Modified from original at: http://matgenb.materialsvirtuallab.org/

# Introduction

This notebook demonstrates how you obtain data from the Materials Project using pymatgen's interface to the Materials API. You can find more info about the Materials Project at: https://www.materialsproject.org/

## Notice: You need to get a "key" from the Materials Project website to use this notebook.

To get a key, go to: https://materialsproject.org/dashboard.  You then have to either login or give your email address and they will email you a login link.  Then use their Key Generator to get a key.  The key generator looks like this:

![MP_Key_Generator.jpg](attachment:MP_Key_Generator.jpg)

In [None]:
from pymatgen import MPRester, Composition
import re
import pprint

# Make sure that you have a Materials API key. You get that from the Materials Project
# dashboard on their website: https://www.materialsproject.org/dashboard. 
# Once you have your key, put it into the next statement as the argument for MPRester. 
# as MPRester("MY_API_KEY").  You need to put the key in quotes within the call on the next line:

mpr = MPRester("TP8h2TsKtL5Q1Nvk")

# Getting structures with material ids

Let's say you want to find all structures with similar stoichiometry to Fe<sub>2</sub>O<sub>3</sub>. Create a query to the Materials Project:eeee

In [None]:
comp = Composition("Fe2O3")
anon_formula = comp.anonymized_formula
# We need to convert the formula to the dict form used in the database.
anon_formula = {m.group(1): int(m.group(2)) 
                for m in re.finditer(r"([A-Z]+)(\d+)", anon_formula)}

data = mpr.query({"anonymous_formula": anon_formula}, 
                 properties=["task_id", "pretty_formula", "structure"])
print(len(data))  #Should show ~600 data.

In [None]:
# data now contains a list of dict. This shows you what each dict has.
# Note that the mp id is named "task_id" in the database itself.
pprint.pprint(data[0])  

# Getting band structures

Band structures are fairly large objects. It is not recommended that you download large quantities of bandstructures in one shot, but rather just download the ones you need.

In [None]:
bs = mpr.get_bandstructure_by_material_id("mp-20470")

In [None]:
from pymatgen.electronic_structure.plotter import BSPlotter
%matplotlib inline

In [None]:
plotter = BSPlotter(bs)
plotter.show()

# Getting elastic constants

We have 5000 elastic constants and growing. You can easily get all the elastic data with materials ids as follows.

In [None]:
elastic_data = mpr.query({"elasticity": {"$exists": True}}, 
                         properties=["task_id", "pretty_formula", "elasticity"])

In [None]:
print(len(elastic_data))
pprint.pprint(elastic_data[0])

# More resources

In general, almost any data can be obtained from MP using the MPRester, either via the high-level functions or the very powerful "query" method.

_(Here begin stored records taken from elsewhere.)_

import { DisjointSets } from "../disjoint-sets";
import type { Mesh } from "../mesh";
import { meshEdges, type MeshEdges } from "./mesh-edges";
import { shellSeams, type Seam } from "./shell-seams";

/** What a drawing of a mesh needs whatever it is seen from. */
export interface DrawableMesh {
  readonly mesh: Mesh;
  readonly edges: MeshEdges;
  /** Unit normals, three numbers a triangle; 0, 0, 0 for one without area. */
  readonly normals: Float64Array;
  /** 1 for an edge that is drawn from wherever it is seen: a crease, the border of a flat face, an open edge. */
  readonly sharp: Uint8Array;
  readonly seams: readonly Seam[];
}

/** Triangles within this of one plane are one face. */
const FLAT_COS = Math.cos((0.6 * Math.PI) / 180);
/** Borders of large flat faces are drawn from this angle on, edges inside curved regions only when they are creases. */
const BORDER_COS = Math.cos((18 * Math.PI) / 180);
const CREASE_COS = Math.cos((45 * Math.PI) / 180);
/** A flat face is large above this share of the mesh's area, or when it has many triangles. */
const LARGE_SHARE = 0.004;

/**
 * Finds what is sharp in a mesh. No one angle suits all meshes: the corners of a thin plate may be flatter than the
 * facets of a coarse cylinder. So triangles of one plane are grouped into faces; the border of a large face is drawn
 * from 18° on, and elsewhere an edge has to be a crease of 45° (house values, tried on meshes of rotors).
 */
export function drawableMesh(mesh: Mesh): DrawableMesh {
  const edges = meshEdges(mesh);
  const { normals, areas } = triangleNormals(mesh);
  const cosines = new Float64Array(edges.count);
  const faces = new DisjointSets(areas.length);
  for (let e = 0; e < edges.count; e++) {
    const [s = -1, t = -1] = [edges.sides[2 * e], edges.sides[2 * e + 1]];
    if (t < 0) continue;
    // A triangle without area bends nothing.
    const empty = (areas[s] ?? 0) === 0 || (areas[t] ?? 0) === 0;
    const cosine = empty ? 1 : dotOf(normals, s, t);
    cosines[e] = cosine;
    if (cosine >= FLAT_COS) faces.join(s, t);
  }
  const faceArea = new Float64Array(areas.length);
  let whole = 0;
  areas.forEach((area, t) => {
    const face = faces.find(t);
    faceArea[face] = (faceArea[face] ?? 0) + area;
    whole += area;
  });
  const large = (t: number): boolean => (faceArea[faces.find(t)] ?? 0) > LARGE_SHARE * whole;
  const sharp = new Uint8Array(edges.count);
  for (let e = 0; e < edges.count; e++) {
    const [s = -1, t = -1] = [edges.sides[2 * e], edges.sides[2 * e + 1]];
    const cosine = cosines[e] ?? 1;
    const open = t < 0;
    const border = cosine < BORDER_COS && (large(s) || large(t));
    if (open || cosine < CREASE_COS || border) sharp[e] = 1;
  }
  return { mesh, edges, normals, sharp, seams: shellSeams(mesh, edges) };
}

const dotOf = (n: Float64Array, s: number, t: number): number =>
  (n[3 * s] ?? 0) * (n[3 * t] ?? 0) +
  (n[3 * s + 1] ?? 0) * (n[3 * t + 1] ?? 0) +
  (n[3 * s + 2] ?? 0) * (n[3 * t + 2] ?? 0);

function triangleNormals({ positions: p, triangles }: Mesh): { normals: Float64Array; areas: Float64Array } {
  const count = triangles.length / 3;
  const normals = new Float64Array(3 * count);
  const areas = new Float64Array(count);
  for (let t = 0; t < count; t++) {
    const a = 3 * (triangles[3 * t] ?? 0);
    const b = 3 * (triangles[3 * t + 1] ?? 0);
    const c = 3 * (triangles[3 * t + 2] ?? 0);
    const [ax, ay, az] = [p[a] ?? 0, p[a + 1] ?? 0, p[a + 2] ?? 0];
    const [ux, uy, uz] = [(p[b] ?? 0) - ax, (p[b + 1] ?? 0) - ay, (p[b + 2] ?? 0) - az];
    const [vx, vy, vz] = [(p[c] ?? 0) - ax, (p[c + 1] ?? 0) - ay, (p[c + 2] ?? 0) - az];
    const [nx, ny, nz] = [uy * vz - uz * vy, uz * vx - ux * vz, ux * vy - uy * vx];
    const length = Math.hypot(nx, ny, nz);
    areas[t] = length / 2;
    if (length === 0) continue;
    normals[3 * t] = nx / length;
    normals[3 * t + 1] = ny / length;
    normals[3 * t + 2] = nz / length;
  }
  return { normals, areas };
}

For more complex queries, you can refer to the documentation for the Materials API at https://github.com/materialsproject/mapidoc. 

# Fitting structures

Pymatgen has its own structure matching algorithm, which we have used to effectively reduce the 130,000 structures in ICSD to ~60,000 - 70,000 structures. It is fast and accurate. Here's an example of how it works.

In [None]:
from pymatgen.analysis.structure_matcher import StructureMatcher

In [None]:
m = StructureMatcher() # You can customize tolerances etc., but the defaults usually work fine.

In [None]:
s1 = data[0]["structure"]
print(s1)
s2 = s1.copy()
s2.apply_strain(0.1)
print(s2)

In [None]:
print(m.fit(s1, s2)) 

For something more challenging, let's see how many structures are similar to Gd2O3

In [None]:
matches = []
for d in data:
    if m.fit_anonymous(d["structure"], s1):
        matches.append(d)

In [None]:
# The above fitting took a few seconds. We have 32 similar structures.
print(len(matches))

In [None]:
# Let's see a few of the matches.
pprint.pprint(matches[0])
pprint.pprint(matches[1])
pprint.pprint(matches[2])

You can see that we have successfully found iso-structural materials!